== Task input ==
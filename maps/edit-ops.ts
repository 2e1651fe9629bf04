/**
 * Cell editing operations. Each returns a new table and leaves its input untouched, so the
 * editor can keep an undo history of plain references.
 */
import { MapEditError } from './errors'
import { normaliseSelection, type Selection } from './selection'
import { cloneTable, type MapTable } from './table'

function requireFinite(what: string, v: number): void {
  if (!Number.isFinite(v)) throw new MapEditError('not-finite', `${what} must be a finite number, got ${v}`)
}

/** Copy of `table` with `f(value, r, c)` applied to every selected cell; refuses non-finite results. */
export function mapSelection(table: MapTable, sel: Selection, f: (v: number, r: number, c: number) => number): MapTable {
  const s = normaliseSelection(table, sel)
  const out = cloneTable(table)
  for (let r = s.r0; r <= s.r1; r++)
    for (let c = s.c0; c <= s.c1; c++) {
      const v = f(table.values[r][c], r, c)
      if (!Number.isFinite(v)) throw new MapEditError('not-finite', `the operation gives ${v} in row ${r + 1}, column ${c + 1}`)
      out.values[r][c] = v
    }
  return out
}

/**
 * Every selected cell set to `v`, N·m.
 * @example setValue(t, { r0: 0, c0: 0, r1: 0, c1: 0 }, 120).values[0][0] // 120
 */
export function setValue(table: MapTable, sel: Selection, v: number): MapTable {
  requireFinite('the value', v)
  return mapSelection(table, sel, () => v)
}

/**
 * Selected cells scaled by a percentage: +10 → ×1.1, −25 → ×0.75.
 * @example scaleBy(t, sel, 10) // 1000 N·m becomes 1100 N·m
 */
export function scaleBy(table: MapTable, sel: Selection, pct: number): MapTable {
  requireFinite('the percentage', pct)
  const k = 1 + pct / 100
  return mapSelection(table, sel, (v) => v * k)
}

/**
 * Selected cells shifted by `nm`, N·m.
 * @example addOffset(t, sel, -50) // 1000 N·m becomes 950 N·m
 */
export function addOffset(table: MapTable, sel: Selection, nm: number): MapTable {
  requireFinite('the offset', nm)
  return mapSelection(table, sel, (v) => v + nm)
}

/**
 * Straight line between the selection's edge values, placed by breakpoint position (not index),
 * so an unevenly spaced axis still gets a true linear ramp in km/h or %.
 * 'rows': along each selected row, from its value at column c0 to its value at column c1.
 * 'cols': along each selected column, from its value at row r0 to its value at row r1.
 * @example // speeds 0, 10, 40 with 0 and 400 at the ends: the middle becomes 100, not 200
 *          fillLinear(t, { r0: 0, c0: 0, r1: 0, c1: 2 }, 'rows')
 */
export function fillLinear(table: MapTable, sel: Selection, direction: 'rows' | 'cols'): MapTable {
  if (direction !== 'rows' && direction !== 'cols') throw new MapEditError('bad-direction', `fill direction must be 'rows' or 'cols', got ${String(direction)}`)
  const s = normaliseSelection(table, sel)
  const { rowAxis, colAxis, values } = table
  return mapSelection(table, s, (v, r, c) => {
    if (direction === 'rows') {
      if (s.c0 === s.c1) return v
      const t = (colAxis[c] - colAxis[s.c0]) / (colAxis[s.c1] - colAxis[s.c0])
      return values[r][s.c0] + (values[r][s.c1] - values[r][s.c0]) * t
    }
    if (s.r0 === s.r1) return v
    const u = (rowAxis[r] - rowAxis[s.r0]) / (rowAxis[s.r1] - rowAxis[s.r0])
    return values[s.r0][c] + (values[s.r1][c] - values[s.r0][c]) * u
  })
}

/**
 * 3 × 3 mean of each selected cell and its neighbours. Neighbours are read from the original
 * table (also outside the selection, so the smoothed block blends into its surroundings);
 * at the table edge only the neighbours that exist are averaged. Cells outside the selection
 * are unchanged.
 * @example smooth(t, wholeTable(t)) // a lone 900 among zeros in a 3 × 3 table becomes 100
 */
export function smooth(table: MapTable, sel: Selection): MapTable {
  const { values } = table
  const rows = table.rowAxis.length
  const cols = table.colAxis.length
  const s = normaliseSelection(table, sel)
  return mapSelection(table, s, (_v, r, c) => {
    let sum = 0
    let n = 0
    for (let i = Math.max(0, r - 1); i <= Math.min(rows - 1, r + 1); i++)
      for (let j = Math.max(0, c - 1); j <= Math.min(cols - 1, c + 1); j++) {
        sum += values[i][j]
        n++
      }
    return sum / n
  })
}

== Work required ==
Transcribe the material above in its entirety, precisely as written.

== Response area ==
filename maps/edit-ops.ts
repository 2e1651fe9629bf04
/**
 * Cell editing operations. Each returns a new table and leaves its input untouched, so the
 * editor can keep an undo history of plain references.
 */
import { MapEditError } from './errors'
import { normaliseSelection, type Selection } from './selection'
import { cloneTable, type MapTable } from './table'

function requireFinite(what: string, v: number): void {
  if (!Number.isFinite(v)) throw new MapEditError('not-finite', `${what} must be a finite number, got ${v}`)
}

/** Copy of `table` with `f(value, r, c)` applied to every selected cell; refuses non-finite results. */
export function mapSelection(table: MapTable, sel: Selection, f: (v: number, r: number, c: number) => number): MapTable {
  const s = normaliseSelection(table, sel)
  const out = cloneTable(table)
  for (let r = s.r0; r <= s.r1; r++)
    for (let c = s.c0; c <= s.c1; c++) {
      const v = f(table.values[r][c], r, c)
      if (!Number.isFinite(v)) throw new MapEditError('not-finite', `the operation gives ${v} in row ${r + 1}, column ${c + 1}`)
      out.values[r][c] = v
    }
  return out
}

/**
 * Every selected cell set to `v`, N·m.
 * @example setValue(t, { r0: 0, c0: 0, r1: 0, c1: 0 }, 120).values[0][0] // 120
 */
export function setValue(table: MapTable, sel: Selection, v: number): MapTable {
  requireFinite('the value', v)
  return mapSelection(table, sel, () => v)
}

/**
 * Selected cells scaled by a percentage: +10 → ×1.1, −25 → ×0.75.
 * @example scaleBy(t, sel, 10) // 1000 N·m becomes 1100 N·m
 */
export function scaleBy(table: MapTable, sel: Selection, pct: number): MapTable {
  requireFinite('the percentage', pct)
  const k = 1 + pct / 100
  return mapSelection(table, sel, (v) => v * k)
}

/**
 * Selected cells shifted by `nm`, N·m.
 * @example addOffset(t, sel, -50) // 1000 N·m becomes 950 N·m
 */
export function addOffset(table: MapTable, sel: Selection, nm: number): MapTable {
  requireFinite('the offset', nm)
  return mapSelection(table, sel, (v) => v + nm)
}

/**
 * Straight line between the selection's edge values, placed by breakpoint position (not index),
 * so an unevenly spaced axis still gets a true linear ramp in km/h or %.
 * 'rows': along each selected row, from its value at column c0 to its value at column c1.
 * 'cols': along each selected column, from its value at row r0 to its value at row r1.
 * @example // speeds 0, 10, 40 with 0 and 400 at the ends: the middle becomes 100, not 200
 *          fillLinear(t, { r0: 0, c0: 0, r1: 0, c1: 2 }, 'rows')
 */
export function fillLinear(table: MapTable, sel: Selection, direction: 'rows' | 'cols'): MapTable {
  if (direction !== 'rows' && direction !== 'cols') throw new MapEditError('bad-direction', `fill direction must be 'rows' or 'cols', got ${String(direction)}`)
  const s = normaliseSelection(table, sel)
  const { rowAxis, colAxis, values } = table
  return mapSelection(table, s, (v, r, c) => {
    if (direction === 'rows') {
      if (s.c0 === s.c1) return v
      const t = (colAxis[c] - colAxis[s.c0]) / (colAxis[s.c1] - colAxis[s.c0])
      return values[r][s.c0] + (values[r][s.c1] - values[r][s.c0]) * t
    }
    if (s.r0 === s.r1) return v
    const u = (rowAxis[r] - rowAxis[s.r0]) / (rowAxis[s.r1] - rowAxis[s.r0])
    return values[s.r0][c] + (values[s.r1][c] - values[s.r0][c]) * u
  })
}

/**
 * 3 × 3 mean of each selected cell and its neighbours. Neighbours are read from the original
 * table (also outside the selection, so the smoothed block blends into its surroundings);
 * at the table edge only the neighbours that exist are averaged. Cells outside the selection
 * are unchanged.
 * @example smooth(t, wholeTable(t)) // a lone 900 among zeros in a 3 × 3 table becomes 100
 */
export function smooth(table: MapTable, sel: Selection): MapTable {
  const { values } = table
  const rows = table.rowAxis.length
  const cols = table.colAxis.length
  const s = normaliseSelection(table, sel)
  return mapSelection(table, s, (_v, r, c) => {
    let sum = 0
    let n = 0
    for (let i = Math.max(0, r - 1); i <= Math.min(rows - 1, r + 1); i++)
      for (let j = Math.max(0, c - 1); j <= Math.min(cols - 1, c + 1); j++) {
        sum += values[i][j]
        n++
      }
    return sum / n
  })
}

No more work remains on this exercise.